Understanding How Match Scores Works

What “Match Score” Means:

For each potential pair, Reltio evaluates your positive match rules. Each rule contributes two numbers you configure: scoreStandalone (the base score if that rule matches) and scoreIncremental (extra points added when other rules also match). The Match Score is calculated as: take the highest scoreStandalone among matched rules, then add the scoreIncremental from every other matched rule that fired. This score helps stewards prioritize review; it does not trigger merges by itself—your rule types/severities and any negative rules govern auto-merge behavior.

Quick Example

If you have:
    •    Rule A (Email exact): 70 standalone, 30 incremental
    •    Rule B (Name+Address fuzzy): 60 standalone, 25 incremental
    •    Rule C (Phone+Name): 50 standalone, 20 incremental

When B and C match: score = max(60,50) + 20 = 80.
When A, B, and C match: score = 70 + 25 + 20 = 115.
Higher scores suggest stronger overall evidence, but merges still follow your configured severities and negative rules.

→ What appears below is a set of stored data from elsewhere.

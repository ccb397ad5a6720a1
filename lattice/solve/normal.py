"""The damped normal equations (J^T J + mu I) d = b by preconditioned conjugate gradients [1]_.

Matrix-free: two products with the Jacobian an iteration.

References
----------
.. [1] M. R. Hestenes, E. Stiefel, "Methods of conjugate gradients for solving linear systems",
   J. Res. Nat. Bur. Standards 49 (1952) 409-436 (from memory).
"""

from __future__ import annotations

from collections.abc import Callable
from dataclasses import dataclass
from typing import TYPE_CHECKING, Any, Protocol

if TYPE_CHECKING:
    from lattice.system.system import System

POLL_ITERATIONS = 25


class NormalPreconditioner(Protocol):
    """A symmetric positive definite approximate inverse of J^T J + mu I."""

    def update(self, damping: float) -> None:
        """Set up for the system's point of linearisation. Collective."""

    def damp(self, damping: float) -> None:
        """Take over another mu at the same point. Collective."""

    def apply(self, r: Any, y: Any) -> None:
        """Set the vector of unknowns `y` to the approximate inverse times `r`. Collective."""

    def destroy(self) -> None:
        """Free everything PETSc holds. Collective."""


@dataclass(frozen=True)
class LinearOutcome:
    """How a linear solve ended.

    Parameters
    ----------
    iterations : int
    reduction : float
        Norm of the last residual over that of the right-hand side.
    stopped : bool
        A signal ended it.
    """

    iterations: int
    reduction: float
    stopped: bool = False


class NormalEquations:
    """Solves the damped normal equations about the system's point of linearisation.

    Collective, as all methods.

    Parameters
    ----------
    system : System
    poll : callable
        Tells whether to stop, the same on all ranks; asked every `POLL_ITERATIONS` iterations.
    """

    def __init__(self, system: System, poll: Callable[[], bool]) -> None:
        self.system, self._poll = system, poll
        self._image, self._product = system.vector(), system.vector()
        self._residual, self._direction, self._helped = system.vector(), system.vector(), system.vector()

    def gradient(self, f: Any, out: Any) -> None:
        """Set `out` to -J^T f."""
        self.system.adjoint(f, out)
        out.scale(-1.0)

    def _multiply(self, v: Any, damping: float, out: Any) -> None:
        self.system.tangent(v, self._image)
        self.system.adjoint(self._image, out)
        out.axpy(damping, v)

    def solve(
        self, b: Any, damping: float, help_: NormalPreconditioner, rtol: float, most: int, x: Any
    ) -> LinearOutcome:
        """Set `x` to the solution for the right-hand side `b`, from zero.

        Stops when `norm(r) <= rtol*norm(b)`, after `most` iterations, or when asked to.
        """
        r, p, z, q = self._residual, self._direction, self._helped, self._product
        x.set(0.0)
        b.copy(r)
        size = b.norm()
        if size == 0.0:
            return LinearOutcome(0, 0.0)
        help_.apply(r, z)
        z.copy(p)
        rz, reduction = r.dot(z), 1.0
        for iteration in range(1, most + 1):
            self._multiply(p, damping, q)
            step = rz / p.dot(q)
            x.axpy(step, p)
            r.axpy(-step, q)
            reduction = r.norm() / size
            if reduction <= rtol:
                return LinearOutcome(iteration, reduction)
            if iteration % POLL_ITERATIONS == 0 and self._poll():
                return LinearOutcome(iteration, reduction, stopped=True)
            help_.apply(r, z)
            before, rz = rz, r.dot(z)
            p.aypx(rz / before, z)
        return LinearOutcome(most, reduction)

    def destroy(self) -> None:
        """Free the work vectors."""
        for vector in (self._image, self._product, self._residual, self._direction, self._helped):
            vector.destroy()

Important Nuance: Relevance-Based Matching:

If you use Relevance-based matching, the UI shows a Relevance score (0–1) produced by attribute comparators. That is a different mechanism from the standalone/incremental scheme above. Don’t mix or compare these numbers across approaches.

Practical Guidance:

Assign a higher scoreStandalone to strict, high-precision rules (e.g., exact email or ID). Use scoreIncremental to reward corroborating evidence from different attributes. Avoid “weaker copies” of existing rules (e.g., a version missing one attribute), which can inflate scores without adding new signal. Treat Match Score as a prioritization tool for stewarding queues; keep merge control in rule severities/negative rules. If you need targeted queues, the Potential Matches API supports filtering by Match Score to focus review on the ranges that matter.